• Biomed Res Int · Jan 2013

    Multicenter Study Clinical Trial

    Amikacin population pharmacokinetics in critically ill Kuwaiti patients.

    • Kamal M Matar, Yousef Al-lanqawi, Kefaya Abdul-Malek, and Roger Jelliffe.
    • Department of Pharmacology & Therapeutics, Faculty of Pharmacy, Kuwait University, P.O. Box 24923, Kuwait City 13110, Kuwait. kamal@hsc.edu.kw
    • Biomed Res Int. 2013 Jan 1;2013:202818.
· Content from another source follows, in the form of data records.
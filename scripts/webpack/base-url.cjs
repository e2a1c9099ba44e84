'use strict';
// Where the built add-in will be served from.
//
// The sources name one address only: the development server, https://localhost:3000/ (the
// manifest's URLs and the @helpurl tags in functions/functions.ts). A build for a real host
// (`npm run build -- --env base=https://host.example/mooring/`) rewrites that address to the
// given base in what it writes: dist/manifest.xml and the help links in dist/functions.json.
// The pages themselves use relative paths, so they work under any base unchanged.
//
// Help links are written against docs/functions.md in the JSDoc (the reference page a reader of
// the repository opens); the built links point at docs/functions.html, the same reference as a
// page a browser shows, which the build generates beside it.

const DEV_BASE = 'https://localhost:3000/';
const REFERENCE_SOURCE = 'docs/functions.md';
const REFERENCE_PAGE = 'docs/functions.html';

const EXAMPLE = 'https://host.example/mooring/';

/**
 * The base address a build is for: an absolute https URL ending in "/", with no query, fragment
 * or user name. Returns it in the URL parser's normal form (host in lower case).
 * @param {unknown} value what was given to --env base
 * @returns {string}
 */
function checkBase(value) {
  const shown = typeof value === 'string' ? `"${value}"` : 'nothing';
  const refuse = (why) =>
    new Error(
      `--env base${typeof value === 'string' ? `=${value}` : ''}: ${why}. ` +
        `Give the https address the contents of dist/ will be served from, ending in "/", for example --env base=${EXAMPLE}`,
    );
  if (typeof value !== 'string' || value.trim() === '') throw refuse(`the base is missing (got ${shown})`);
  let url;
  try {
    url = new URL(value);
  } catch {
    throw refuse('this is not an absolute address');
  }
  if (url.protocol !== 'https:') throw refuse(`Office loads add-ins only over https, not ${url.protocol.replace(/:$/, '')}`);
  if (url.username !== '' || url.password !== '') throw refuse('an address with a user name or password cannot go into a manifest');
  if (url.search !== '' || value.includes('?')) throw refuse('the base cannot carry a query (?...)');
  if (url.hash !== '' || value.includes('#')) throw refuse('the base cannot carry a fragment (#...)');
  if (!value.endsWith('/')) throw refuse('the base must end in "/" (the folder that holds manifest.xml)');
  if (/[\s"'<>&\\]/.test(url.href)) throw refuse('the address holds a character that cannot stand in a manifest attribute');
  return url.href;
}

/**
 * The manifest with every URL at the development server moved to the base. Every other
 * http(s) address in an attribute value is refused, so nothing in the result can still point
 * at a machine the build was not made for.
 * @param {string} xml manifest/manifest.xml as written
 * @param {string} base a value checkBase returned
 * @returns {string}
 */
function rewriteManifest(xml, base) {
  const foreign = [];
  const rewritten = xml.replace(/(DefaultValue=")(https?:\/\/[^"]*)"/g, (_match, head, url) => {
    if (!url.startsWith(DEV_BASE)) {
      foreign.push(url);
      return `${head}${url}"`;
    }
    return `${head}${base}${url.slice(DEV_BASE.length)}"`;
  });
  if (foreign.length > 0) {
    throw new Error(`manifest/manifest.xml names addresses outside ${DEV_BASE}, which the build cannot move: ${foreign.join(', ')}`);
  }
  if (base === DEV_BASE) return rewritten;
  // Say in the built file which base it was made for. (No double hyphen may stand in an XML comment.)
  const note = `<!-- Built for ${base}: every add-in URL below points there (the note below describes the source file). -->\n`;
  const declaration = /^<\?xml[^>]*\?>\r?\n/.exec(rewritten);
  return declaration ? `${declaration[0]}${note}${rewritten.slice(declaration[0].length)}` : `${note}${rewritten}`;
}

/**
 * A help link from the JSDoc (at the development server, on the Markdown reference) as the
 * built add-in serves it: at the base, on the HTML reference, with the same #anchor.
 * @param {string} url
 * @param {string} base
 * @returns {string}
 */
function rewriteHelpUrl(url, base) {
  const source = `${DEV_BASE}${REFERENCE_SOURCE}#`;
  if (typeof url !== 'string' || !url.startsWith(source) || url.length === source.length) {
    throw new Error(`help link ${JSON.stringify(url)} is not of the form ${source}<anchor>; the @helpurl tags in functions/ must use it`);
  }
  return `${base}${REFERENCE_PAGE}#${url.slice(source.length)}`;
}

module.exports = { DEV_BASE, REFERENCE_SOURCE, REFERENCE_PAGE, checkBase, rewriteManifest, rewriteHelpUrl };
    AbstractAmikacin pharmacokinetic data in Kuwaiti (Arab) intensive care unit (ICU) patients are lacking. Fairly sparse serum amikacin peak and trough concentrations data were obtained from adult Kuwaiti ICU patients. The data were analysed using a nonparametric adaptive grid (NPAG) maximum likelihood algorithm. The estimations of the developed model were assessed using mean error (ME) as a measure of bias and mean squared error (MSE) as a measure of precision. A total of 331 serum amikacin concentrations were obtained from 56 patients. The mean (± SD) model parameter values found were Vc = 0.2302 ± 0.0866 L/kg, kslope = 0.004045 ± 0.00705 min per unit of creatinine clearance, k12 = 2.2121 ± 5.506 h(-1), and k21 = 1.431 ± 2.796 h(-1). The serum concentration data were estimated with little bias (ME = -0.88) and good precision (MSE = 13.08). The present study suggests that amikacin pharmacokinetics in adult Kuwaiti ICU patients are generally rather similar to those found in other patients. This population model would provide useful guidance in developing initial amikacin dosage regimens for such patients, especially using multiple model (MM) dosage design, followed by appropriate Bayesian adaptive control, to optimize amikacin dosage regimens for each individual patient.